Think about the process of constructing a sampling distribution. It require us to draw a LOT of samples from a population. Now imagine the time, energy and the costs associated with this process in real life. For example, suppose you want to know the sampling distribution of the average commute times in NYC for samples of size \(n=30\). You’ll have to visit the subway stations (randomly) and interview 30 people (randomly) to gather information about their commute times. Then, you need to do this again and again for about 10,000 times! This is highly impractical and time consuming. In fact, if you think about it, it is a complete waste of your time and resources. Because, you could have simply taken a large sample of size 30,000 instead of 10,000 samples of size 30! Now you might wonder how do we even attempt to find this sampling distrubution.
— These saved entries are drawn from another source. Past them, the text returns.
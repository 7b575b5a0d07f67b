import { levenbergMarquardt } from 'ml-levenberg-marquardt';
import { alternatorLimitA } from './alternator';
import { bankThevenin } from './battery';
import { solveDense } from './linear';
import {
	amplifierShares,
	applyCalibration,
	correlation,
	type Factors,
	NEUTRAL,
	rms,
	runModel,
	silentReason,
	thin,
} from './calibration-model';
import type { Sample } from './run-analysis';
import type { BuildDocument } from './types';

/**
 * What a run's log can correct in the model: every bank's internal resistance (one factor for all),
 * the banks' state of charge (their resting voltage: real logs start at any charge), every
 * alternator's output at the run's engine speed (one factor), and a resistance in one cable's
 * terminations (a tired crimp).
 */
export type CalibrationParameter =
	'bankResistance' | 'bankCharge' | 'alternatorOutput' | 'connection';

/** The values a member can ask the fit for, in the order they are offered and fitted. */
export const CALIBRATION_PARAMETERS: readonly CalibrationParameter[] = [
	'bankResistance',
	'bankCharge',
	'alternatorOutput',
	'connection',
];

export interface CalibrationOptions {
	/** Engine speed during the run (rpm). */
	engineRpm: number;
	conductorTempC: number;
	fit: CalibrationParameter[];
	/** The cable whose terminations may hold extra resistance (with `connection`). */
	cableId?: string;
	/** Samples the fit uses at most, evenly spread over the run. */
	maxPoints?: number;
}

export interface FittedParameter {
	key: CalibrationParameter;
	label: string;
	unit: string;
	/** The model's value before the fit and the fitted one, in `unit`. */
	before: number;
	fitted: number;
	/** Half-width of the ~95 % interval (two standard errors), in `unit`; null when not determined. */
	uncertainty: number | null;
	/** False when the samples cannot tell this value (it moves nothing, or only with another). */
	determined: boolean;
	/** Why it was not determined, in words (null when it was). */
	reason: string | null;
}

export interface CalibrationPoint {
	amps: number;
	measuredV: number;
	beforeV: number;
	afterV: number;
}

export type CalibrationResult =
	| {
			ok: true;
			points: number;
			parameters: FittedParameter[];
			/** Root-mean-square difference between the samples and the model (V). */
			rmsBeforeV: number;
			rmsAfterV: number;
			iterations: number;
			/** The samples beside the model before and after, by current (for a chart). */
			trace: CalibrationPoint[];
			/** The revision's document with the fitted values in place: a plan to start from. */
			document: BuildDocument;
	  }
	| { ok: false; reason: string };

const LABELS: Record<CalibrationParameter, string> = {
	bankResistance: 'bank internal resistance',
	bankCharge: "banks' state of charge",
	alternatorOutput: 'alternator output',
	connection: 'extra joint resistance',
};

/** A plausible change of each parameter (in its fitted units): what "moves the model" is judged by. */
const PLAUSIBLE: Record<CalibrationParameter, number> = {
	bankResistance: 0.5,
	bankCharge: 0.2,
	alternatorOutput: 0.5,
	connection: 1,
};

/** A change a logger cannot see (V): a tenth of a millivolt. */
const UNSEEN_V = 1e-4;

/**
 * Fits the chosen model parameters to a run's logger samples by least squares
 * (Levenberg–Marquardt, `ml-levenberg-marquardt`), and states each one's uncertainty from the
 * Jacobian at the fit: cov = s²·(JᵀJ)⁻¹ with s² = Σr²/(n − p) (NIST/SEMATECH e-Handbook of
 * Statistical Methods, §4.4.5.2, the standard large-sample approximation for nonlinear least
 * squares). Before fitting, each value is tested for what the log can say about it: one that moves
 * no sample by more than a logger resolves (the alternator with the engine off, or never at its
 * limit) is left out with the reason; of two the log cannot tell apart (two resistances in series
 * on the only path) the later one is left out, saying which. The rest are fitted and each given
 * with its bounds.
 */
export function calibrateFromRun(
	doc: BuildDocument,
	samples: Sample[],
	options: CalibrationOptions,
): CalibrationResult {
	const asked = CALIBRATION_PARAMETERS.filter((k) => options.fit.includes(k));
	if (asked.length === 0) return { ok: false, reason: 'Choose at least one value to fit.' };
	if (doc.amplifiers.length === 0)
		return { ok: false, reason: 'The revision has no amplifier for the logger to read.' };
	if (asked.includes('connection') && !doc.cables.some((c) => c.id === options.cableId))
		return { ok: false, reason: 'Choose the cable whose joints may be tired.' };
	if ((asked.includes('bankResistance') || asked.includes('bankCharge')) && doc.banks.length === 0)
		return { ok: false, reason: 'The revision has no bank to fit.' };
	if (asked.includes('alternatorOutput') && doc.alternators.length === 0)
		return { ok: false, reason: 'The revision has no alternator to fit.' };
	const usable = samples.filter(
		(s) => Number.isFinite(s.volts) && Number.isFinite(s.amps) && s.amps >= 0 && s.volts > 0,
	);
	const points = thin(usable, options.maxPoints ?? 60);
	if (points.length < asked.length + 2)
		return {
			ok: false,
			reason: `The log needs at least ${asked.length + 2} samples with current for this fit.`,
		};

	const shares = amplifierShares(doc, options);
	// The banks' own charge where they agree, else the mean: the starting point of a charge fit.
	const startCharge = doc.banks.length
		? doc.banks.reduce((t, b) => t + b.stateOfCharge, 0) / doc.banks.length
		: 1;
	const neutralOf = (k: CalibrationParameter) =>
		k === 'connection' ? 0 : k === 'bankCharge' ? startCharge : 1;
	const factorsOf = (fit: readonly CalibrationParameter[], p: readonly number[]): Factors => {
		const f = { ...NEUTRAL };
		fit.forEach((key, i) => {
			if (key === 'bankResistance') f.bankResistance = p[i]!;
			else if (key === 'alternatorOutput') f.alternatorOutput = p[i]!;
			else if (key === 'bankCharge') f.stateOfCharge = p[i]!;
			else f.connectionMilliohm = p[i]!;
		});
		return f;
	};
	const x = points.map((s) => s.amps);
	const y = points.map((s) => s.volts);
	const predict = (fit: readonly CalibrationParameter[], p: readonly number[]) => {
		const m = runModel(applyCalibration(doc, factorsOf(fit, p), options.cableId), options, shares);
		return x.map((a) => m(a));
	};
	const bounds = (k: CalibrationParameter): [number, number] =>
		k === 'connection' ? [0, 1000] : k === 'bankCharge' ? [0.02, 1] : [0.05, 20];

	/** ∂V/∂p at every sample by central differences (one column per parameter). */
	const jacobian = (fit: readonly CalibrationParameter[], p: readonly number[]) =>
		fit.map((key, j) => {
			const [lo, hi] = bounds(key);
			const h = Math.max(1e-4, Math.abs(p[j]!) * 1e-3);
			const up = Math.min(hi, p[j]! + h);
			const down = Math.max(lo, p[j]! - h);
			const vUp = predict(
				fit,
				p.map((v, i) => (i === j ? up : v)),
			);
			const vDown = predict(
				fit,
				p.map((v, i) => (i === j ? down : v)),
			);
			return vUp.map((v, i) => (v - vDown[i]!) / (up - down));
		});

	// What the log can say about each value asked, at the model as drawn.
	const undetermined = new Map<CalibrationParameter, string>();
	const start = asked.map(neutralOf);
	const startCols = jacobian(asked, start);
	asked.forEach((key, j) => {
		const col = startCols[j]!;
		const moves = Math.max(...col.map((d) => (Number.isFinite(d) ? Math.abs(d) : 0)));
		if (moves * PLAUSIBLE[key] >= UNSEEN_V) return;
		undetermined.set(key, silentReason(key, doc, options));
	});
	let fit = asked.filter((k) => !undetermined.has(k));
	// Two values the log cannot tell apart: their columns are (nearly) parallel.
	const cols = new Map(asked.map((k, j) => [k, startCols[j]!]));
	for (let a = 0; a < fit.length; a++)
		for (let b = a + 1; b < fit.length; b++) {
			const ca = cols.get(fit[a]!)!;
			const cb = cols.get(fit[b]!)!;
			if (Math.abs(correlation(ca, cb)) > 0.9995) {
				undetermined.set(
					fit[b]!,
					`This log cannot tell it apart from the ${LABELS[fit[a]!]}: both move the voltage the same way at every current. Fit one of them.`,
				);
				fit = fit.filter((_, i) => i !== b);
				b--;
			}
		}

	const safe = (v: number) => (Number.isFinite(v) ? v : -100);
	let p: number[] = [];
	let iterations = 0;
	if (fit.length > 0) {
		// One model per parameter set, answering every sample (the fitting library asks per sample).
		let cacheKey = '';
		let cacheModel: (a: number) => number = () => Number.NaN;
		const lm = levenbergMarquardt(
			{ x, y },
			(q) => {
				const key = q.join(',');
				if (key !== cacheKey) {
					cacheKey = key;
					cacheModel = runModel(
						applyCalibration(doc, factorsOf(fit, q), options.cableId),
						options,
						shares,
					);
				}
				const m = cacheModel;
				return (a: number) => safe(m(a));
			},
			{
				initialValues: fit.map(neutralOf),
				minValues: fit.map((k) => bounds(k)[0]),
				maxValues: fit.map((k) => bounds(k)[1]),
				gradientDifference: fit.map(() => 1e-4),
				centralDifference: true,
				damping: 10,
				maxIterations: 60,
				errorTolerance: 1e-12,
			},
		);
		p = lm.parameterValues;
		iterations = lm.iterations;
	}
	const beforeV = predict([], []);
	const afterV = fit.length ? predict(fit, p) : beforeV;
	if (afterV.some((v) => !Number.isFinite(v)))
		return {
			ok: false,
			reason:
				'The fitted model collapses at the logged currents; the log and the revision disagree too far to fit.',
		};
	const residuals = afterV.map((v, i) => y[i]! - v);

	// The covariance of the estimates from the Jacobian at the fit.
	const n = x.length;
	const k = fit.length;
	const jac = k ? jacobian(fit, p) : [];
	const jtj = new Float64Array(k * k);
	for (let a = 0; a < k; a++)
		for (let b = 0; b < k; b++) {
			let sum = 0;
			for (let i = 0; i < n; i++) sum += jac[a]![i]! * jac[b]![i]!;
			jtj[a * k + b] = sum;
		}
	const s2 = residuals.reduce((sum, r) => sum + r * r, 0) / Math.max(1, n - k);
	// Floor the noise at a logger's resolution (1 mV) so a perfect fit still states a width.
	const noise2 = Math.max(s2, 1e-6);
	const sdOf = new Map<CalibrationParameter, number | null>();
	fit.forEach((key, j) => {
		const a = Float64Array.from(jtj);
		const e = new Float64Array(k);
		e[j] = 1;
		const v = solveDense(a, e, k) ? e[j]! * noise2 : Number.NaN;
		sdOf.set(key, Number.isFinite(v) && v > 0 ? Math.sqrt(v) : null);
	});
	// Correlations of the estimates (from the same inverse): a value poorly fixed because it trades
	// off against another is named with that other.
	const inverse: number[][] = fit.map((_, j) => {
		const a = Float64Array.from(jtj);
		const e = new Float64Array(k);
		e[j] = 1;
		return solveDense(a, e, k) ? Array.from(e) : fit.map(() => Number.NaN);
	});
	const partner = (j: number): CalibrationParameter | null => {
		let best: CalibrationParameter | null = null;
		let bestRho = 0.95;
		fit.forEach((other, m) => {
			if (m === j) return;
			const rho = inverse[j]![m]! / Math.sqrt(inverse[j]![j]! * inverse[m]![m]!);
			if (Math.abs(rho) > bestRho) {
				bestRho = Math.abs(rho);
				best = other;
			}
		});
		return best;
	};
	const fitted = factorsOf(fit, p);
	const bankG = doc.banks.reduce((t, b) => t + 1 / bankThevenin(b).resistanceOhm, 0);
	const altA = doc.alternators.reduce((t, a) => t + alternatorLimitA(a, options.engineRpm), 0);
	const parameters: FittedParameter[] = asked.map((key) => {
		const j = fit.indexOf(key);
		const sd = j < 0 ? null : (sdOf.get(key) ?? null);
		const value = j < 0 ? neutralOf(key) : p[j]!;
		let reason = undetermined.get(key) ?? null;
		if (reason === null && sd === null)
			reason = 'The fit could not put bounds on it: the log barely moves with it.';
		if (reason === null && sd !== null && key !== 'connection' && 2 * sd > Math.abs(value)) {
			const other = partner(j);
			reason = other
				? `This log cannot tell it apart from the ${LABELS[other]}: more of one and less of the other fit it as well (±${Math.round((200 * sd) / Math.abs(value))} %). Fit one of them.`
				: `The log fits about as well anywhere within ±${Math.round((200 * sd) / Math.abs(value))} % of it.`;
		}
		const determined = reason === null;
		const two = (scale: number) => (determined && sd !== null ? 2 * sd * scale : null);
		if (key === 'bankResistance') {
			const parallel = 1000 / bankG; // all banks in parallel, mΩ
			return {
				key,
				label: 'Bank internal resistance (all banks in parallel)',
				unit: 'mΩ',
				before: parallel,
				fitted: parallel * (determined ? fitted.bankResistance : 1),
				uncertainty: two(parallel),
				determined,
				reason,
			};
		}
		if (key === 'bankCharge')
			return {
				key,
				label: 'Banks’ state of charge (their resting voltage)',
				unit: '%',
				before: startCharge * 100,
				fitted: (determined ? (fitted.stateOfCharge ?? startCharge) : startCharge) * 100,
				uncertainty: two(100),
				determined,
				reason,
			};
		if (key === 'alternatorOutput')
			return {
				key,
				label: `Alternator output at ${Math.round(options.engineRpm)} rpm`,
				unit: 'A',
				before: altA,
				fitted: altA * (determined ? fitted.alternatorOutput : 1),
				uncertainty: two(altA),
				determined,
				reason,
			};
		const cable = doc.cables.find((c) => c.id === options.cableId)!;
		const existing = (cable.connectionResistanceOhm ?? 0) * 1000;
		return {
			key,
			label: `Extra resistance in "${cable.label}"`,
			unit: 'mΩ',
			before: existing,
			fitted: existing + (determined ? fitted.connectionMilliohm : 0),
			uncertainty: two(1),
			determined,
			reason,
		};
	});
	// The plan holds only what was determined.
	const kept = fit.filter((key) => parameters.find((q) => q.key === key)!.determined);
	const order = x.map((_, i) => i).sort((a, b) => x[a]! - x[b]!);
	return {
		ok: true,
		points: n,
		parameters,
		rmsBeforeV: rms(beforeV.map((v, i) => (Number.isFinite(v) ? y[i]! - v : y[i]!))),
		rmsAfterV: rms(residuals),
		iterations,
		trace: order.map((i) => ({
			amps: x[i]!,
			measuredV: y[i]!,
			beforeV: beforeV[i]!,
			afterV: afterV[i]!,
		})),
		document: applyCalibration(
			doc,
			factorsOf(
				kept,
				kept.map((key) => p[fit.indexOf(key)]!),
			),
			options.cableId,
		),
	};
}

export { applyCalibration, loggedVoltageModel } from './calibration-model';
That’s the second part of the answer.
Answer - PART 2: In some special cases we can find it.
How?
Long time ago (a very long time ago), statisticians have figured out that the statistics like the sample mean (averages in general), have a sampling ditribution which is normally distributed under some conditions. This fact is one of the celebrated theorems in statistics. It is called the Central Limit Theorem. It says that the sample mean \(\bar x\) follows a normal model with center beign at the true population mean. More precisely,
\[ \bar x \sim N(\mu , \frac{\sigma}{\sqrt n})\]
We will be studying this in Chapter 3.
Note: There are other statistics whose sampling distributions can be found usingtheoretical tools that are beyond the scope of this class. Math 351 and Math 352 is where we study them.
2. Is it possible to calculate the center (expected value), and standard error (SE)
of a sampling distribution?
Answer: In some cases, yes, we can find it.
For example, we already found this for \(\bar x\). As for the sample maximum , we can find the expected value and SE for the with some other tools that are beyond the scoope of this class.
In some cases, it is imposible to do this. This leads us to the final question.
3. Is there a reasonable way to get some sense about the shape, center, and spread
of the sampling distribution of a statistics?
Answer: Yes.
We appeal to a more modern method called the bootstrap method. We are going to learn this in Chapter 4.